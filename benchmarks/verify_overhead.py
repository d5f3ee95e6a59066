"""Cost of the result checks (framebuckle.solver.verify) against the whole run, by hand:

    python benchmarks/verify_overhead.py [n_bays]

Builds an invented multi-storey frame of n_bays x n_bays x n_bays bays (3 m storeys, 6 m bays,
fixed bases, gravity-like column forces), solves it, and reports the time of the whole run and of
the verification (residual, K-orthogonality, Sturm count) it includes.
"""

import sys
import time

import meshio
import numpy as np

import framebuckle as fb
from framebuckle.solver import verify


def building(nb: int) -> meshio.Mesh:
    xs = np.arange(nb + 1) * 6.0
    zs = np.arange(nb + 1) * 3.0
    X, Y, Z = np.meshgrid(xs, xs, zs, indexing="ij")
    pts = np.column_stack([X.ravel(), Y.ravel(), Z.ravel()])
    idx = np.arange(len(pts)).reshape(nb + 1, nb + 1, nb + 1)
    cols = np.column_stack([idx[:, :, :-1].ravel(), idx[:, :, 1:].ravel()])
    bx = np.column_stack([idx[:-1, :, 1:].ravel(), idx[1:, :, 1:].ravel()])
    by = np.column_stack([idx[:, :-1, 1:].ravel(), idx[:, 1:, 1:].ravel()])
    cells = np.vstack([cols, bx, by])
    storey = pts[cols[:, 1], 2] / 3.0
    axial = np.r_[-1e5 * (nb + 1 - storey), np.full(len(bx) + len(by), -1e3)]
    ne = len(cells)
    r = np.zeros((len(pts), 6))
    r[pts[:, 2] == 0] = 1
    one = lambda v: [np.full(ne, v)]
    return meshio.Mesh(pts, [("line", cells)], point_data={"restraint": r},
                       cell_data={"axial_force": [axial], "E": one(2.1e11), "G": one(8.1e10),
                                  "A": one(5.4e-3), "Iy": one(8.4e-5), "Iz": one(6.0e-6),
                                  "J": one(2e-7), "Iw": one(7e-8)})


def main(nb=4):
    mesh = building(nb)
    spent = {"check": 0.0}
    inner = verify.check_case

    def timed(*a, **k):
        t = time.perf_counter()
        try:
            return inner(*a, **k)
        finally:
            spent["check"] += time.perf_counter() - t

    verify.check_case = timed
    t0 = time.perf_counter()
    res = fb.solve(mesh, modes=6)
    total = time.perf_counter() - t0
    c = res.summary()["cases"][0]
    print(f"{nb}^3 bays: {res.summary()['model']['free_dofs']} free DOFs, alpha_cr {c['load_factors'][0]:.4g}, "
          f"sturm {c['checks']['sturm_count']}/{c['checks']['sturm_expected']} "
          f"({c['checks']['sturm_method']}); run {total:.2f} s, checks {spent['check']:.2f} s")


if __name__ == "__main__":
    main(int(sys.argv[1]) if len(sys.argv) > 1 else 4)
____________________
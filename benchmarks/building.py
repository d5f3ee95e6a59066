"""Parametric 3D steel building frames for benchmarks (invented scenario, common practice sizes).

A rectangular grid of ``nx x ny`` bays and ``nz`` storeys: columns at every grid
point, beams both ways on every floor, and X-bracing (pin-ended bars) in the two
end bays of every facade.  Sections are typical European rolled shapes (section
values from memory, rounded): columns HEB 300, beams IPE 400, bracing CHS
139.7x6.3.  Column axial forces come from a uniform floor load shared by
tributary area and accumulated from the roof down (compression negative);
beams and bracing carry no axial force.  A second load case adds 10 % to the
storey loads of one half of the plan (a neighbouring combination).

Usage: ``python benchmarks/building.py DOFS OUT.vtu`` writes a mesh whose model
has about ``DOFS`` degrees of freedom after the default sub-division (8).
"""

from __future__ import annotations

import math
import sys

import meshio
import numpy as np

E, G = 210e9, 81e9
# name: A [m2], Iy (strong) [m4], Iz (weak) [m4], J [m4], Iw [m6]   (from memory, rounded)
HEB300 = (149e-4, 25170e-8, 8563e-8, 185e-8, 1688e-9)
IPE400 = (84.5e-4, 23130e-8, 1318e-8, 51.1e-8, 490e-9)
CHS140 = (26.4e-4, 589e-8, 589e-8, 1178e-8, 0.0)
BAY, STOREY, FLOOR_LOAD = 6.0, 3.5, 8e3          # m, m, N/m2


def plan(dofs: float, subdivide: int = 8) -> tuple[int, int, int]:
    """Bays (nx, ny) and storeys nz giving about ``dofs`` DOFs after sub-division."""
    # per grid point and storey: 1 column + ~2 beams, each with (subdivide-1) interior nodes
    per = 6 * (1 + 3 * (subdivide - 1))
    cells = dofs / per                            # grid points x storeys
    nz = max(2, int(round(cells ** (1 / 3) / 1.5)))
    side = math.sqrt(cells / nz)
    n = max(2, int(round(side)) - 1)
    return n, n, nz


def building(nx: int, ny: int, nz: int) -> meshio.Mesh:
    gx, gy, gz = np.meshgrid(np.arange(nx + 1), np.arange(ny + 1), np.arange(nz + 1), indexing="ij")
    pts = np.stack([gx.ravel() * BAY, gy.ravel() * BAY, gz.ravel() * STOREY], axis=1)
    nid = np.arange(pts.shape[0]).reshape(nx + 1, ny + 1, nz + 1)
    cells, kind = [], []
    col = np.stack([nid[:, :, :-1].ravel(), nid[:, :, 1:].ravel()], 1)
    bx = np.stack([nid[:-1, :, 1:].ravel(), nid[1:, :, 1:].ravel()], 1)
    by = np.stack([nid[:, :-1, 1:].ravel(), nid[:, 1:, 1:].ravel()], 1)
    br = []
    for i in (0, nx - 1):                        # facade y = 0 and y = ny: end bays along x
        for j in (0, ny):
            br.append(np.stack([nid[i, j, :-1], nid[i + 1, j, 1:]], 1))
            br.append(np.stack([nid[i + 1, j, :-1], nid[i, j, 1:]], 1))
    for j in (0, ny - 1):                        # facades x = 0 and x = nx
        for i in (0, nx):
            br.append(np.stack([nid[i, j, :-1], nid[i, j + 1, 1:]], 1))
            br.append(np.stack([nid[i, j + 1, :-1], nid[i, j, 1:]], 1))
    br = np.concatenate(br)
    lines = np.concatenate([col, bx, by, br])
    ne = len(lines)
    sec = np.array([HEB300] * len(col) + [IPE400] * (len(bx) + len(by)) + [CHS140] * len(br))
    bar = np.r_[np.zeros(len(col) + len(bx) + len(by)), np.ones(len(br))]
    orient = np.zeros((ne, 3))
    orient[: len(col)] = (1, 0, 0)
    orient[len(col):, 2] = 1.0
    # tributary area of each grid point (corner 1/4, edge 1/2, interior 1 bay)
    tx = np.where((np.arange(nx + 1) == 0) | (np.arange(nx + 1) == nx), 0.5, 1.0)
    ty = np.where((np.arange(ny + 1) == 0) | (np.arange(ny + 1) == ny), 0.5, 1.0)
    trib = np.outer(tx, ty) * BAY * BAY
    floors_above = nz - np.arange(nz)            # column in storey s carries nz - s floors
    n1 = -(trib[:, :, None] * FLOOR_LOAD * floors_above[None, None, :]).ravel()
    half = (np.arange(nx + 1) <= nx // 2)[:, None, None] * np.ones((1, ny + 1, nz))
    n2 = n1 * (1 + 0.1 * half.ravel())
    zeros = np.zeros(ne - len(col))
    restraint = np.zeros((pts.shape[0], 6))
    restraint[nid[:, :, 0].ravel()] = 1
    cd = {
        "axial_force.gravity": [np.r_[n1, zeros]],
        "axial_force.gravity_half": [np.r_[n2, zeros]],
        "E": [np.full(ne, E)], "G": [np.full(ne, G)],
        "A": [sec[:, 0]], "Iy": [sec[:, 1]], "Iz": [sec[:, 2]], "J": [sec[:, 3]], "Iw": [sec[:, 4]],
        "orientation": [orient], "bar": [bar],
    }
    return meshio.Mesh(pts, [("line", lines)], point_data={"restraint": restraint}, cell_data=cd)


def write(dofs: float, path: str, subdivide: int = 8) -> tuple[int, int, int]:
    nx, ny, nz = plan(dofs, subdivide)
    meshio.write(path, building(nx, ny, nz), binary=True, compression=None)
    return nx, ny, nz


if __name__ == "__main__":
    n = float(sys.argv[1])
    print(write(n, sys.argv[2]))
____________________
* **Task to carry out**
Would you please repeat exactly the lines above, starting at the line with "n = max(2, int(round(side)) - 1)" and stopping at the line with "br.append(np.stack([nid[i, j, :-1], nid[i, j", both included?

* **Answer to the exercise**
    n = max(2, int(round(side)) - 1)
    return n, n, nz


def building(nx: int, ny: int, nz: int) -> meshio.Mesh:
    gx, gy, gz = np.meshgrid(np.arange(nx + 1), np.arange(ny + 1), np.arange(nz + 1), indexing="ij")
    pts = np.stack([gx.ravel() * BAY, gy.ravel() * BAY, gz.ravel() * STOREY], axis=1)
    nid = np.arange(pts.shape[0]).reshape(nx + 1, ny + 1, nz + 1)
    cells, kind = [], []
    col = np.stack([nid[:, :, :-1].ravel(), nid[:, :, 1:].ravel()], 1)
    bx = np.stack([nid[:-1, :, 1:].ravel(), nid[1:, :, 1:].ravel()], 1)
    by = np.stack([nid[:, :-1, 1:].ravel(), nid[:, 1:, 1:].ravel()], 1)
    br = []
    for i in (0, nx - 1):                        # facade y = 0 and y = ny: end bays along x
        for j in (0, ny):
            br.append(np.stack([nid[i, j, :-1], nid[i + 1, j, 1:]], 1))
            br.append(np.stack([nid[i + 1, j, :-1], nid[i, j, 1:]], 1))
    for j in (0, ny - 1):                        # facades x = 0 and x = nx
        for i in (0, nx):
            br.append(np.stack([nid[i, j, :-1], nid[i, j + 1, 1:]], 1))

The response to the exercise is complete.